Population genomics of bacterial pathogens:
Our work in comparative genomics focuses on how different strains of the same species of bacteria are phylogenetically related. How the population is structured based on the entire genomes can help inform researchers on how pathogenesis traits evolve. For example, in previous work we examined Moraxella catarrhalis, focusing genome sequences from 12 clinical isolates. The genome-based phylogenetic tree illustrated a ‘star-like’ pattern, indicating the population of M. catarrhalis was not separating into different clades, i.e. each genome was equally different from any other genome. However, all strains previously analyzed were resistant to killing in the presence of human serum. In our most recent publication we sequenced 22 new strains, 18 of which were sensitive to human serum. These new strains showed that M. catarrhalis can be broken into two distinct phylogenetic lineages correlating with their resistance to human serum. 4 strains previously thought to be M. catarrhalis were shown to differ by greater than 10% average nucleotide identity from the other M. catarrhalis strains, indicative of being a completely separate species.

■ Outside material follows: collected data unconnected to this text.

def simulate(
    scenario: Scenario,
    controller_name: str,
    folder: str | Path,
    *,
    seed: int | None = None,
    mode: PlantMode = "coupled",
    progress: Progress | None = None,
    observer: Observer | None = None,
) -> RunResult:
    """Run one scenario with one controller and write the run folder.

    Parameters
    ----------
    scenario : Scenario
    controller_name : str
        A name known to :func:`controllers.registry.make_controller` (ignored
        for ``mode="human_alone"``).
    folder : path
        Run folder to create (must not hold a run already).
    seed : int, optional
        Overrides ``scenario.seed``.
    mode : {"coupled", "human_alone", "exo_alone"}
    progress : callable(done_ticks, total_ticks), optional
    observer : callable(t_s, q_exo, q_human, forces_world), optional
        Called after every tick (a live viewer; it must throttle itself).

    Raises
    ------
    SimulationError
        On a non-finite state or command; the log up to the last finished
        tick stays loadable, and its ``meta.json`` says why it stopped.
    """
    seed = scenario.seed if seed is None else int(seed)
    controller = (make_controller(controller_name, scenario.variants, scenario.walls)
                  if mode != "human_alone" else None)
    asm = build_assembly(scenario)
    plant = CoupledPlant(asm, scenario.plant, mode)
    T, n_sub = scenario.control_period_s, scenario.substeps
    h = T / n_sub
    rng_joint, *rng_cuffs = (np.random.default_rng(s) for s in
                             np.random.SeedSequence(seed).spawn(1 + len(asm.cuffs)))
    cuff_names = [c.name for c in asm.cuffs]
    if controller is not None:
        controller.reset(controller_context(asm, T))
        all_diag = tuple(controller.diagnostic_names())
        # wall-clock diagnostics would break bit-identical logs: they go to timing.npz
        diag_names = tuple(d for d in all_diag if not d.endswith("_time_s"))
        timing_diag = tuple(d for d in all_diag if d.endswith("_time_s"))
        joints = JointSensing(scenario.encoder, asm.exo.nv, T, rng_joint)
        joints.reset(plant.q_exo)
        # one sensor per cuff, each with its own stream, measured together
        cuff_sensors = ForceSensorBank([ForceTorqueSensor(scenario.force_sensor, T, r) for r in rng_cuffs])
        cuff_sensors.reset()
        actuators = TorqueSourceActuators(asm.exo.model.effortLimit, scenario.actuators)
        actuators.reset(np.zeros(asm.exo.nv))
    else:
        diag_names = timing_diag = ()
    human = HumanMotor(plant.human, scenario.human, scenario.intent, scenario.motor) if plant.has_human else None
    n = scenario.n_ticks
    meta = {
        "scenario": scenario.name, "controller": controller_name if controller else None, "mode": mode,
        "seed": seed, "dt_s": T, "substeps": n_sub, "n_ticks_planned": n, "cuffs": cuff_names,
        "exo_joints": list(asm.exo.joint_names), "human_joints": list(asm.human.joint_names),
        "models": {"exo_urdf": "exo.urdf", "human_urdf": "human.urdf", "exo_hand_frame": asm.exo.hand_frame,
                   "human_hand_frame": asm.human.hand_frame,
                   "cuff_frames": {c.name: [asm.exo.model.frames[c.exo_frame_id].name,
                                            asm.human.model.frames[c.human_frame_id].name] for c in asm.cuffs},
                   "cuff_human_offsets": {c.name: c.human_offset.homogeneous for c in asm.cuffs}},
        "walls": _jsonable(scenario.walls),
        "parameters": _jsonable(scenario), "exo_params": _jsonable(asm.exo_params),
        "environment": environment_metadata(),
    }
    cols = _columns(mode, asm.exo.nq, asm.human.nq, len(asm.cuffs), diag_names)
    folder = Path(folder)
    tick_times, controller_times = np.zeros(n), np.zeros(n)
    timing = {d: np.zeros(n) for d in timing_diag}
    diag_keys = [(d, f"diag_{d}") for d in diag_names]  # (diagnostic, its column)
    timing_series = list(timing.items())
    zero_e, zero_h = np.zeros(asm.exo.nv), np.zeros(asm.human.nv)
    meas_wrench = zero_w = np.zeros((len(asm.cuffs), 6))
    # a blow-up is detected below and reported as SimulationError, not as numpy warnings
    with RunLog(folder, cols, metadata=meta) as log, np.errstate(over="ignore", invalid="ignore"):
        # the very models of the run, for viewers and for reproducing it with any URDF tool
        (folder / "exo.urdf").write_text(plant.exo.urdf, encoding="utf-8")
        (folder / "human.urdf").write_text(plant.human.urdf, encoding="utf-8")
        row = dict.fromkeys(log.column_names)  # filled by name, logged by position (append_row: column order)
        tau_cmd = zero_e
        command_shape = (asm.exo.nv,)
        has_controller, has_human, coupled = controller is not None, human is not None, mode == "coupled"
        exo_torque = actuators if has_controller else zero_e  # the actuators' lag runs alongside the plant
        has_cuffs = bool(plant.cuffs)
        clock, nan = time.perf_counter, np.nan
        for k in range(n):
            t = k * T
            t0 = clock()
            plant.update_cuffs()
            if has_controller:
                q_e, v_e = plant.q_exo, plant.v_exo  # views of this tick's state (the plant replaces it as it steps)
                tau_applied = actuators.applied_Nm
                qm, dqm, taum = joints.measure(q_e, tau_applied)
                # with no wearer the sensors read their noise and bias alone
                meas_wrench = cuff_sensors.measure(plant.wrench_on_exo if has_cuffs else zero_w)
                # new read-only arrays and read-only rows of the bank's new reading: what the checked constructor
                # would keep as they are, so the unchecked one (a float t as well)
                m = Measurement._from_frozen(t, qm, dqm, taum, dict(zip(cuff_names, meas_wrench)))
                tc = clock()
                tau_cmd = np.asarray(controller.step(m), dtype=float)
                controller_times[k] = clock() - tc
                if tau_cmd.shape != command_shape or _first_nonfinite(tau_cmd) >= 0:
                    raise SimulationError(
                        f"controller {controller_name!r} returned a non-finite or mis-shaped torque at t = {t:.4f} s: "
                        f"{tau_cmd!r}")
                saturated = actuators.hold(tau_cmd)
                if k == 0:  # the run starts in steady state: the drives already apply the first command
                    actuators.reset(np.clip(tau_cmd, -asm.exo.model.effortLimit, asm.exo.model.effortLimit))
                    tau_applied = actuators.applied_Nm
            row["t"] = t
            if has_human:
                q_h, v_h = plant.q_human, plant.v_human
                tau_h = human.torque(t, q_h, v_h)
                row["q_human"], row["dq_human"] = q_h, v_h
                row["tau_human"], row["q_human_intent"] = tau_h, human.last_desired_q
            else:
                tau_h = zero_h
            if has_controller:
                row["q_exo"], row["dq_exo"], row["q_exo_meas"], row["dq_exo_meas"] = q_e, v_e, qm, dqm
                row["tau_cmd"], row["tau_applied"], row["saturated"] = tau_cmd, tau_applied, saturated
                diag = controller.diagnostics()
                for d, key in diag_keys:
                    row[key] = float(diag.get(d, nan))
                for d, series in timing_series:
                    series[k] = float(diag.get(d, nan))
            if has_human:
                row["p_hand_human"] = plant.hand_position("human")
            if has_controller:
                row["p_hand_exo"] = plant.hand_position("exo")
            if coupled:
                row["cuff_wrench_human"] = plant.wrench_on_human
                row["cuff_wrench_meas"] = meas_wrench
            log.append_row(row.values())
            plant.advance(exo_torque, tau_h, h, n_sub)
            bad = plant.state_is_finite()
            tick_times[k] = clock() - t0
            if bad is not None:
                raise SimulationError(f"non-finite plant state {bad} at t = {t + T:.4f} s "
                                      f"(scenario {scenario.name!r}, controller {controller_name!r})")
            if progress is not None:
                progress(k + 1, n)
            if observer is not None:
                observer(t + T, plant.q_exo, plant.q_human, plant.force_on_human_world)
        np.savez(folder / "timing.npz", tick_time_s=tick_times, controller_time_s=controller_times,
                 **{f"diag_{d}": v for d, v in timing.items()})
        metrics = {"sim_duration_s": n * T, "tick_time_median_us": float(np.median(tick_times) * 1e6)}
        log.close("complete", metrics=None if mode == "coupled" else metrics)
    return RunResult(folder, metrics, True)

Using the phylogenetic structure of these genomes, we used an algorithm called chromosome painting and were able to identify locations in the genome which showed evidence of recombination between lineages. These are regions which have a different pattern of phylogenetic relatedness, disagreeing with the overall phylogenetic pattern of the whole genome sequences.
The region of the genome with the highest recombination rate was at an amidotransferase subunit encoding gene, part of the translation apparatus. But remarkably, this gene was frequently flanked by an inserted beta-lactamase gene (providing antibiotic resistance), which had arrived by horizontal gene transfer.
Serum resistant and serum sensitive strains possessed this gene, and an examination of the phylogenetic tree based only on this region showed a very different lineage than observed with the whole genome data. This provided evidence that this gene, and the flanking regions were involved in HGT event(s) between and among the serum resistant and serum sensitive strains.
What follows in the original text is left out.